The convolution calculation accelerator based on CSR coding saves the additional expenditure of coding by carrying out block preprocessing on input data, effectively avoids redundant parts in the convolution calculation of a neural network by CSR coding processing, completes multiplexing of discontinuous input data by a pulse calculation array after coding and a subsequent series of processing, realizes back pressure control by a data delay module, and solves addition and write conflicts caused by the discontinuity of the input data; meanwhile, the data is divided into the window and cross-window data, so that the storage size required by matching the data is saved, the pressure of on-chip storage is reduced, the power consumption is reduced, and the high-parallelism convolution calculation becomes possible;
in addition, the invention saves extra area expenditure through data classification and module multiplexing, not only realizes the characteristic value multiplexing and adder multiplexing in the pulse array, but also can enjoy the convenience of zero redundancy calculation removal brought by encoding.
Example two
On the basis of the first embodiment, the present embodiment provides a convolution calculation acceleration method based on CSR coding. Referring to fig. 8, fig. 8 is a flow chart of a convolutional calculation acceleration method based on CSR coding according to an embodiment of the present invention, where the method includes:
step 1: external data are obtained, block preprocessing and CSR coding are carried out, and characteristic data and corresponding addresses thereof are obtained;
step 2: performing natural flow multiplexing calculation on the corresponding characteristic data and weights through addresses based on the pulse arrays, and dividing calculation results into window data and cross-window data;
step 3: accumulating the window data and the cross-window data through adder multiplexing, suspending the current work through back pressure control when judging that the addition and write conflict occurs, and restarting the current work after the delay data are added;
step 4: and integrating and remapping bit widths of the accumulated data, and writing the accumulated data into off-chip storage to complete multiplexing convolution calculation of discontinuous input data.

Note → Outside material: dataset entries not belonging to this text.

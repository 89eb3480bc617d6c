//! The reader process: the only place where the C libraries read, started by the program itself.

use std::path::PathBuf;

use super::Exit;
use crate::netcdf_files::{confine, serve};

/// The hidden command's name.
pub const NAME: &str = "reader-process";

/// What was typed, by the program itself.
#[derive(Debug, clap::Args)]
pub struct Arguments {
    /// Bytes of address space that the process may use.
    #[arg(long, value_name = "BYTES")]
    memory: u64,
    /// The one file that it may read.
    path: PathBuf,
}

/// Runs the command.
pub fn run(arguments: Arguments) -> anyhow::Result<Exit> {
    // A panic is an answer here, not a message; the libraries' iterators panic on damaged files.
    std::panic::set_hook(Box::new(|_| {}));
    confine(&arguments.path, arguments.memory);
    serve(&arguments.path, std::io::stdin(), std::io::stdout().lock(), end_at_once);
    Ok(Exit::Done)
}

/// Ends the process even while another thread is stuck inside a library: nothing is tidied up.
fn end_at_once() {
    let this = rustix::process::getpid();
    // Nothing is left to try where a process may not end itself.
    let _ = rustix::process::kill_process(this, rustix::process::Signal::KILL);
}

The method provided in this embodiment may be applied to the convolution calculation accelerator provided in the first embodiment, and the detailed process may be referred to the description of the first embodiment. Therefore, the method can also reduce the pressure stored on the chip, reduce the power consumption and is suitable for high-parallel convolution calculation.
The foregoing is a further detailed description of the invention in connection with the preferred embodiments, and it is not intended that the invention be limited to the specific embodiments described. It will be apparent to those skilled in the art that several simple deductions or substitutions may be made without departing from the spirit of the invention, and these should be considered to be within the scope of the invention.